[Records drawn from a dataset]
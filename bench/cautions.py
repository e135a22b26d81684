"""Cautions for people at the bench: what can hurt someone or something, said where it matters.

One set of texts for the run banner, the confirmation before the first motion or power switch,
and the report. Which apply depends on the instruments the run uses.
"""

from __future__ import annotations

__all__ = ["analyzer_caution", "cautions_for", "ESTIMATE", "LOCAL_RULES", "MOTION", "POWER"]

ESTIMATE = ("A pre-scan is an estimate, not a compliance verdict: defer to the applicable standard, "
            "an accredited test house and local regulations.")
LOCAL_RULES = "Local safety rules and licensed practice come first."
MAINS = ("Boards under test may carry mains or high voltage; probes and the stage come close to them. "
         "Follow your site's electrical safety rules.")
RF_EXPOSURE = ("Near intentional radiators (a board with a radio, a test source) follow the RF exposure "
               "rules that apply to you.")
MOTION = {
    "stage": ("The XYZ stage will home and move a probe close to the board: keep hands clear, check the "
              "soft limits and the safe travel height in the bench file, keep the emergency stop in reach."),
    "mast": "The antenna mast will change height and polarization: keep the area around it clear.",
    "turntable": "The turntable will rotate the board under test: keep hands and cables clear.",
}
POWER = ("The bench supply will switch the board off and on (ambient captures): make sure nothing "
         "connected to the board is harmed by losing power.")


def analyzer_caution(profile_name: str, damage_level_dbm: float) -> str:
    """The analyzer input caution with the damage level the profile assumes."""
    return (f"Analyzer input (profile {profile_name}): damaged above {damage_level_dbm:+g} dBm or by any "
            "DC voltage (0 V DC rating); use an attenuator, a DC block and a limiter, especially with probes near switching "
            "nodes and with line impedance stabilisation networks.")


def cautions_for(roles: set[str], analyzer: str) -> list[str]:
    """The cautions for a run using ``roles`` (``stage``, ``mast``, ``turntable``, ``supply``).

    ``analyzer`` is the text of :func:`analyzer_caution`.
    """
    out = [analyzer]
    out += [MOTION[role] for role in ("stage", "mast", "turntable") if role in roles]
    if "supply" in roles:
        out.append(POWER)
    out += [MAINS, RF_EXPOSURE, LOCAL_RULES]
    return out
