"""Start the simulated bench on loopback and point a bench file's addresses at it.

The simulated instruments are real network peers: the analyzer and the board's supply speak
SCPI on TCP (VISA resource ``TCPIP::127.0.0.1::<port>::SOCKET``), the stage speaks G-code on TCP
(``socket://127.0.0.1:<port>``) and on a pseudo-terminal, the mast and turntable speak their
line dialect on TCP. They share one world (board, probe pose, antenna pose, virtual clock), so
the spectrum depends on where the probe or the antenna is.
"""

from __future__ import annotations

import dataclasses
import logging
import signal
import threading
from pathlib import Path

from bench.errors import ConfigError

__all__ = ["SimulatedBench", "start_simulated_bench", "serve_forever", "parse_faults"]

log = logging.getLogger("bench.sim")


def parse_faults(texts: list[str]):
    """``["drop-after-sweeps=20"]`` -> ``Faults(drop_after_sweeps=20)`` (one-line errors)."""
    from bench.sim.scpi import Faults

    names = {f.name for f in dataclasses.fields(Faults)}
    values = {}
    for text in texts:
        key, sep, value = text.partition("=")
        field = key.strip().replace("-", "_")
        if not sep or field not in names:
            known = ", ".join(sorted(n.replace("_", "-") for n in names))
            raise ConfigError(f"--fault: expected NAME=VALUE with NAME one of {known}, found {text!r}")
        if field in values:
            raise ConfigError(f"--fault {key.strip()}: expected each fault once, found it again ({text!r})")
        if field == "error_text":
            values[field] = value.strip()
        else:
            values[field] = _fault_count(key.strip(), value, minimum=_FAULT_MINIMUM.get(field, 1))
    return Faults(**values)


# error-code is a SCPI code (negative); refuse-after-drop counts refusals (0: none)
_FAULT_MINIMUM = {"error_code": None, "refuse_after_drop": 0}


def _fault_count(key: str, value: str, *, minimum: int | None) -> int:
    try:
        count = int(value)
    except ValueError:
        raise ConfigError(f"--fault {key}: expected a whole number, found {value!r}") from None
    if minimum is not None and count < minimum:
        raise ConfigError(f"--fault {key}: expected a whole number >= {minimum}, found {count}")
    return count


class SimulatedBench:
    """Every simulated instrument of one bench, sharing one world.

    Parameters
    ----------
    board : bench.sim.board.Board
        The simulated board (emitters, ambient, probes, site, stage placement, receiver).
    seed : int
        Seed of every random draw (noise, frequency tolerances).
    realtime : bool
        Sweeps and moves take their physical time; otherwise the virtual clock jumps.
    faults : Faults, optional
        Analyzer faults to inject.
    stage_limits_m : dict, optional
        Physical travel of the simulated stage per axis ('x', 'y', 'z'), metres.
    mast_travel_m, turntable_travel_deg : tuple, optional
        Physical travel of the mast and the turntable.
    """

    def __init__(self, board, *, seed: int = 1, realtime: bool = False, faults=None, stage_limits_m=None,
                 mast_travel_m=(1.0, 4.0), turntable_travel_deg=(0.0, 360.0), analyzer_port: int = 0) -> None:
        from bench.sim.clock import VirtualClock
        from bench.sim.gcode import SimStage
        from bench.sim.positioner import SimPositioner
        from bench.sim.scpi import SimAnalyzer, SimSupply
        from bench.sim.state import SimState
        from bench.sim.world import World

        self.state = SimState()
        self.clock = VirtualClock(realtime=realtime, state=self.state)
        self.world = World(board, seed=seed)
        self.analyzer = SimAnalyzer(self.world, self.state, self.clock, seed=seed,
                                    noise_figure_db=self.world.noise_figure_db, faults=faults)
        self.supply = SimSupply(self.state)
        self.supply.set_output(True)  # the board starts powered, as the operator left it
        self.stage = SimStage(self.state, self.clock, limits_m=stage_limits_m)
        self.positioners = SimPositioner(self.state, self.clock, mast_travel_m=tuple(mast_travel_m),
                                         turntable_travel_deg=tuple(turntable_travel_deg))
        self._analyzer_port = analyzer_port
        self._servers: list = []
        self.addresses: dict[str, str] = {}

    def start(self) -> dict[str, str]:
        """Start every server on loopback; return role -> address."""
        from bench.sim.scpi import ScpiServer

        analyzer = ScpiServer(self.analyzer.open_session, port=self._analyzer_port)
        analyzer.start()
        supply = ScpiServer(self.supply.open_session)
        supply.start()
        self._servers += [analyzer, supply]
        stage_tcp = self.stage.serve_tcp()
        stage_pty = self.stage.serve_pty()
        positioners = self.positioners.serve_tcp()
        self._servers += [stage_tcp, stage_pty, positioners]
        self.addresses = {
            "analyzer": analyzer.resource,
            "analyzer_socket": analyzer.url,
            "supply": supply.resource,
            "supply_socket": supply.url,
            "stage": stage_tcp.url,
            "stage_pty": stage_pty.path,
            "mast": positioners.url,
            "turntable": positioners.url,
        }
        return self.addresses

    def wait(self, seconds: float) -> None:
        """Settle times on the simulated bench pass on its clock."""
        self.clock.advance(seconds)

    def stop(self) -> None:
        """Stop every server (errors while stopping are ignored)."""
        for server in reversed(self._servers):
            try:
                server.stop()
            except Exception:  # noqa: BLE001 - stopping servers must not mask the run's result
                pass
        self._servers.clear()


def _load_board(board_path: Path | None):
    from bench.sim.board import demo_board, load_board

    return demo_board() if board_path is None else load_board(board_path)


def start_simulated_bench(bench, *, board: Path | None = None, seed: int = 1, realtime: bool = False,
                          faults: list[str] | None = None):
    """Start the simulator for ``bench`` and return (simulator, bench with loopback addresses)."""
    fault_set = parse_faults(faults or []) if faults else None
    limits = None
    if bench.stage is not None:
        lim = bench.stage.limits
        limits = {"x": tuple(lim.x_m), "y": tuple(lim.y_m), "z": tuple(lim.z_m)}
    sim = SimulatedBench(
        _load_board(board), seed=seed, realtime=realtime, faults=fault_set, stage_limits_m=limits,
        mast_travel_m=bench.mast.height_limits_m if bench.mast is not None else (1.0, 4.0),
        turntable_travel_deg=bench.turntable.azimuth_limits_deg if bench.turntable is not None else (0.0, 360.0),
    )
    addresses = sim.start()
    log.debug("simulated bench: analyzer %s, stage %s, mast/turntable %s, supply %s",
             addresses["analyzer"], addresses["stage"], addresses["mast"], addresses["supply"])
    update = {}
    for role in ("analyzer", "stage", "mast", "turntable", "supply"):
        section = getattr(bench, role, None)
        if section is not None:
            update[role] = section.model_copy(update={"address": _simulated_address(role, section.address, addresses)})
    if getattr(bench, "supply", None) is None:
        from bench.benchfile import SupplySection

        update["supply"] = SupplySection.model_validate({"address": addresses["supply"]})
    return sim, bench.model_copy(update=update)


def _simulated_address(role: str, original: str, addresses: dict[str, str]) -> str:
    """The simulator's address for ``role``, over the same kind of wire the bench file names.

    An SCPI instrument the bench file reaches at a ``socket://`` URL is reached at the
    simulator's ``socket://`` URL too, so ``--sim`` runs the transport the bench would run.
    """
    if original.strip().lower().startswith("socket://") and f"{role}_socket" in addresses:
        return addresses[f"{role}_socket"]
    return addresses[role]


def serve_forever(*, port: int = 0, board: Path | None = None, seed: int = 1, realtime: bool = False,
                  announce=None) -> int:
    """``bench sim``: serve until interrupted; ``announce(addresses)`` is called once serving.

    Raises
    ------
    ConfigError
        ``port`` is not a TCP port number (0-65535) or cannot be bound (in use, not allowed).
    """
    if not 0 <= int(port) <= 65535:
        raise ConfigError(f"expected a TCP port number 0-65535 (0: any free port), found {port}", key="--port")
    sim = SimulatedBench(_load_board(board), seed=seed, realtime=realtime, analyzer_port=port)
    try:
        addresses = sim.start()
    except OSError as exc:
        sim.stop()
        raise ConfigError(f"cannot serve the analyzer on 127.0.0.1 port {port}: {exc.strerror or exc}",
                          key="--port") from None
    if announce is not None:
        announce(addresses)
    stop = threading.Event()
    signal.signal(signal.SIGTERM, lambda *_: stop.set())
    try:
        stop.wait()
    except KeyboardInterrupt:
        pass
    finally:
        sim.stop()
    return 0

= Task item =
The output should consist only of the lines from the one with "seed=seed, realtime=realtime, analyzer_port=port)" through the final line of the records above, exactly.

= Result =
    sim = SimulatedBench(_load_board(board), seed=seed, realtime=realtime, analyzer_port=port)
    try:
        addresses = sim.start()
    except OSError as exc:
        sim.stop()
        raise ConfigError(f"cannot serve the analyzer on 127.0.0.1 port {port}: {exc.strerror or exc}",
                          key="--port") from None
    if announce is not None:
        announce(addresses)
    stop = threading.Event()
    signal.signal(signal.SIGTERM, lambda *_: stop.set())
    try:
        stop.wait()
    except KeyboardInterrupt:
        pass
    finally:
        sim.stop()
    return 0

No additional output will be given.